The 2001 Michigan Wolverines football team represented the University of Michigan in the 2001 NCAA Division I-A football season.  The team's head coach was Lloyd Carr.  The Wolverines played their home games at Michigan Stadium.

Schedule

Roster

Statistical achievements
On October 27, Larry Foote earned a share of the single-game conference record of 7 tackles for a loss, becoming the third conference athlete to do so.  He also holds a share of the national record, becoming the third player to do so since the NCAA recognized it as a stat.
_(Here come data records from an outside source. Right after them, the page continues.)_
"use client";

import { useActionState } from "react";
import type { PersonRow } from "@/db/queries/users";
import { changeRole, endSessions, resetPassword, setActive } from "@/lib/actions/users";
import { initialActionState } from "@/lib/actions/state";
import { ROLE_LABELS } from "@/lib/auth/roles";
import { ROLES } from "@/lib/validations/auth";

const field = "min-h-12 rounded-lg border border-stone-400 bg-white px-3 text-base";

export function PersonRowActions({ person, isSelf }: { person: PersonRow; isSelf: boolean }) {
  const [roleState, roleAction, rolePending] = useActionState(changeRole, initialActionState);
  const [pwState, pwAction, pwPending] = useActionState(resetPassword, initialActionState);
  const [activeState, activeAction, activePending] = useActionState(setActive, initialActionState);
  const [endState, endAction, endPending] = useActionState(endSessions, initialActionState);
  return (
    <div className="mt-3 grid grid-cols-1 gap-3 md:grid-cols-2">
      <form action={roleAction} className="flex flex-wrap items-end gap-2">
        <input type="hidden" name="id" value={person.id} />
        <label className="flex flex-col gap-1 text-sm font-semibold">
          Role
          <select name="role" defaultValue={person.role} disabled={isSelf} className={field}>
            {ROLES.map((r) => (
              <option key={r} value={r}>
                {ROLE_LABELS[r]}
              </option>
            ))}
          </select>
        </label>
        <button type="submit" disabled={rolePending || isSelf} className="min-h-12 rounded-lg border border-stone-500 px-4 font-semibold disabled:opacity-50">
          {rolePending ? "Saving…" : "Change role"}
        </button>
        <p aria-live="polite" className={`w-full text-sm ${roleState.ok ? "text-emerald-800" : "text-rose-700"}`}>
          {isSelf ? "This is you: another admin must change your role." : roleState.message}
        </p>
      </form>
      <form action={pwAction} className="flex flex-wrap items-end gap-2">
        <input type="hidden" name="id" value={person.id} />
        <label className="flex flex-col gap-1 text-sm font-semibold">
          New password
          <input
            name="password"
            type="password"
            autoComplete="new-password"
            minLength={10}
            required
            className={field}
            aria-describedby={`pw-${person.id}-msg`}
          />
        </label>
        <button type="submit" disabled={pwPending} className="min-h-12 rounded-lg border border-stone-500 px-4 font-semibold disabled:opacity-50">
          {pwPending ? "Saving…" : "Reset password"}
        </button>
        <p id={`pw-${person.id}-msg`} aria-live="polite" className={`w-full text-sm ${pwState.ok ? "text-emerald-800" : "text-rose-700"}`}>
          {pwState.fieldErrors.password?.[0] ?? pwState.message}
        </p>
      </form>
      <div className="flex flex-wrap items-end gap-2 md:col-span-2">
        <form action={activeAction}>
          <input type="hidden" name="id" value={person.id} />
          <input type="hidden" name="active" value={person.active ? "false" : "true"} />
          <button type="submit" disabled={activePending || isSelf} className="min-h-12 rounded-lg border border-stone-500 px-4 font-semibold disabled:opacity-50">
            {activePending ? "Saving…" : person.active ? "Deactivate" : "Let them sign in again"}
          </button>
        </form>
        <form action={endAction}>
          <input type="hidden" name="id" value={person.id} />
          <button type="submit" disabled={endPending} className="min-h-12 rounded-lg border border-stone-500 px-4 font-semibold disabled:opacity-50">
            {endPending ? "Saving…" : "Sign out everywhere"}
          </button>
        </form>
        <p aria-live="polite" className={`w-full text-sm ${(activeState.message ? activeState : endState).ok ? "text-emerald-800" : "text-rose-700"}`}>
          {activeState.message ?? endState.message}
        </p>
      </div>
    </div>
  );
}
Marquise Walker was the Big Ten receiving statistical champion with 7.5 receptions per conference game and 7.2 reception per game. On September 8 against Washington and November 24 against Ohio State he posted 15 receptions breaking the record of 12 set in 1958 by Brad Myers and tied in 1996 by Tai Streets.  The record still stands.  During the season, he set the school record for single-season receptions (86), surpassing Jack Clancy's 1966 record of 76; career receptions (176), surpassing Anthony Carter's 161 set in 1982; consecutive games with a reception (32), surpassing Mercury Hayes's 30 set in 1995; and single-season reception yards, surpassing David Terrell's record set the prior season. Braylon Edwards surpassed all of these records in 2004.
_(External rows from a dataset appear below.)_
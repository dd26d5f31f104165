"use client";

import {
  createColumnHelper,
  flexRender,
  getCoreRowModel,
  getFilteredRowModel,
  useReactTable,
  type ColumnFiltersState,
  type FilterFn,
} from "@tanstack/react-table";
import { Fragment, useMemo, useState } from "react";
import type { PersonRow } from "@/db/queries/users";
import type { UserRole } from "@/db/schema";
import { ROLE_LABELS } from "@/lib/auth/roles";
import { ROLES } from "@/lib/validations/auth";
import { PersonRowActions } from "./person-row-actions";

const field = "min-h-11 rounded-lg border border-stone-400 bg-white px-3 text-base";

/** A person as the table shows them; the last sign-in is written on the server in the shop's time zone. */
export type PeopleTableRow = PersonRow & { lastSignInLabel: string | null };

const col = createColumnHelper<PeopleTableRow>();

/** Name or e-mail contains the typed text, ignoring case. */
const nameOrEmail: FilterFn<PeopleTableRow> = (row, _id, value: string) => {
  const q = value.trim().toLowerCase();
  if (!q) return true;
  return (
    row.original.name.toLowerCase().includes(q) || row.original.email.toLowerCase().includes(q)
  );
};

export function PeopleTable({ people, selfId }: { people: PeopleTableRow[]; selfId: string }) {
  const [text, setText] = useState("");
  const [role, setRole] = useState<"" | UserRole>("");
  const [status, setStatus] = useState<"" | "active" | "inactive">("");
  const [open, setOpen] = useState<string | null>(null);

  const columns = useMemo(
    () => [
      col.accessor("name", {
        header: "Name",
        filterFn: nameOrEmail,
        cell: (c) => (
          <span className="font-semibold">
            {c.getValue()}
            {c.row.original.id === selfId ? (
              <span className="font-normal text-stone-500"> (you)</span>
            ) : null}
          </span>
        ),
      }),
      col.accessor("email", {
        header: "E-mail",
        cell: (c) => <span className="break-all text-stone-700">{c.getValue()}</span>,
      }),
      col.accessor("role", {
        header: "Role",
        filterFn: "equalsString",
        cell: (c) => ROLE_LABELS[c.getValue()],
      }),
      col.accessor((r) => (r.active ? "active" : "inactive"), {
        id: "status",
        header: "Status",
        filterFn: "equalsString",
        cell: (c) => (
          <span className="flex flex-wrap gap-1">
            {c.row.original.active ? (
              <span className="rounded-full bg-emerald-100 px-2 py-0.5 text-sm font-semibold text-emerald-900">
                Active
              </span>
            ) : (
              <span className="rounded-full bg-stone-200 px-2 py-0.5 text-sm font-semibold text-stone-800">
                Inactive (left)
              </span>
            )}
            {c.row.original.locked ? (
              <span className="rounded-full bg-rose-100 px-2 py-0.5 text-sm font-semibold text-rose-900">
                Locked
              </span>
            ) : null}
          </span>
        ),
      }),
      col.accessor("lastSignInAt", {
        header: "Last sign-in",
        cell: (c) => {
          const v = c.getValue();
          return v ? (
            <time dateTime={v}>{c.row.original.lastSignInLabel}</time>
          ) : (
            <span className="text-stone-500">Never</span>
          );
        },
      }),
    ],
    [selfId],
  );

  const columnFilters: ColumnFiltersState = useMemo(
    () => [
      ...(text.trim() ? [{ id: "name", value: text }] : []),
      ...(role ? [{ id: "role", value: role }] : []),
      ...(status ? [{ id: "status", value: status }] : []),
    ],
    [text, role, status],
  );

  const table = useReactTable({
    data: people,
    columns,
    state: { columnFilters },
    getRowId: (r) => r.id,
    getCoreRowModel: getCoreRowModel(),
    getFilteredRowModel: getFilteredRowModel(),
  });
  const rows = table.getRowModel().rows;

  return (
    <div className="flex flex-col gap-3">
      <div className="flex flex-wrap items-end gap-3" role="search" aria-label="Filter people">
        <label className="flex flex-col gap-1 text-sm font-semibold">
          Name or e-mail
          <input
            type="search"
            value={text}
            onChange={(e) => setText(e.target.value)}
            className={field}
            placeholder="Type to narrow"
          />
        </label>
        <label className="flex flex-col gap-1 text-sm font-semibold">
          Role
          <select
            value={role}
            onChange={(e) => setRole(e.target.value as "" | UserRole)}
            className={field}
          >
            <option value="">All roles</option>
            {ROLES.map((r) => (
              <option key={r} value={r}>
                {ROLE_LABELS[r]}
              </option>
            ))}
          </select>
        </label>
        <label className="flex flex-col gap-1 text-sm font-semibold">
          Status
          <select
            value={status}
            onChange={(e) => setStatus(e.target.value as "" | "active" | "inactive")}
            className={field}
          >
            <option value="">Everyone</option>
            <option value="active">Active</option>
            <option value="inactive">Inactive</option>
          </select>
        </label>
        <p className="pb-2 text-sm text-stone-600" aria-live="polite" data-testid="people-count">
          Showing {rows.length} of {people.length}
        </p>
      </div>
      <div className="overflow-x-auto rounded-xl border border-stone-300 bg-white">
        <table className="w-full text-left text-sm" data-testid="people-table">
          <thead className="bg-stone-100">
            {table.getHeaderGroups().map((hg) => (
              <tr key={hg.id}>
                {hg.headers.map((h) => (
                  <th key={h.id} scope="col" className="px-3 py-2 font-semibold">
                    {flexRender(h.column.columnDef.header, h.getContext())}
                  </th>
                ))}
                <th scope="col" className="px-3 py-2">
                  <span className="sr-only">Actions</span>
                </th>
              </tr>
            ))}
          </thead>
          <tbody>
            {rows.length === 0 ? (
              <tr>
                <td colSpan={6} className="px-3 py-6 text-center text-stone-600">
                  Nobody matches the filter.
                </td>
              </tr>
            ) : null}
            {rows.map((row) => {
              const p = row.original;
              const expanded = open === p.id;
              return (
                <Fragment key={row.id}>
                  <tr
                    className={`border-t border-stone-200 ${p.active ? "" : "text-stone-500"}`}
                    data-person={p.email}
                  >
                    {row.getVisibleCells().map((cell) => (
                      <td key={cell.id} className="px-3 py-2 align-middle">
                        {flexRender(cell.column.columnDef.cell, cell.getContext())}
                      </td>
                    ))}
                    <td className="px-3 py-1 text-right">
                      <button
                        type="button"
                        aria-expanded={expanded}
                        aria-controls={`person-${p.id}`}
                        aria-label={`${expanded ? "Close" : "Manage"} ${p.name}`}
                        onClick={() => setOpen(expanded ? null : p.id)}
                        className="min-h-11 min-w-11 rounded-lg border border-stone-500 px-3 font-semibold"
                      >
                        {expanded ? "Close" : "Manage"}
                      </button>
                    </td>
                  </tr>
                  {expanded ? (
                    <tr id={`person-${p.id}`} className="bg-stone-50">
                      <td colSpan={6} className="px-3 py-3">
                        <PersonRowActions person={p} isSelf={p.id === selfId} />
                      </td>
                    </tr>
                  ) : null}
                </Fragment>
              );
            })}
          </tbody>
        </table>
      </div>
    </div>
  );
}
The team earned the Big Ten rushing defense statistical championships for all games by holding opponents to 89.1 yards per game.  The team also earned the Big Ten rushing defense statistical championships for conference games by holding opponents to 95.4 yards per game.  The team earned the Big Ten passing defense statistical championships for conference games by holding conference opponents to 190.8 yards per game, although Ohio State won the title for all games. They also ranked first in passing efficiency defense for both conference games (103.5) and with Ohio State leading for all games.  The team led the conference in total defense for conference games (286.1) and all games (316.4).  The team led the Big Ten Conference in scoring defense for conference games (16.9 points per game) and all games (19.8).  They were the conference leaders in quarterback sacks for conference games (4.4 sacks per game) and all games (4.2 sacks per game).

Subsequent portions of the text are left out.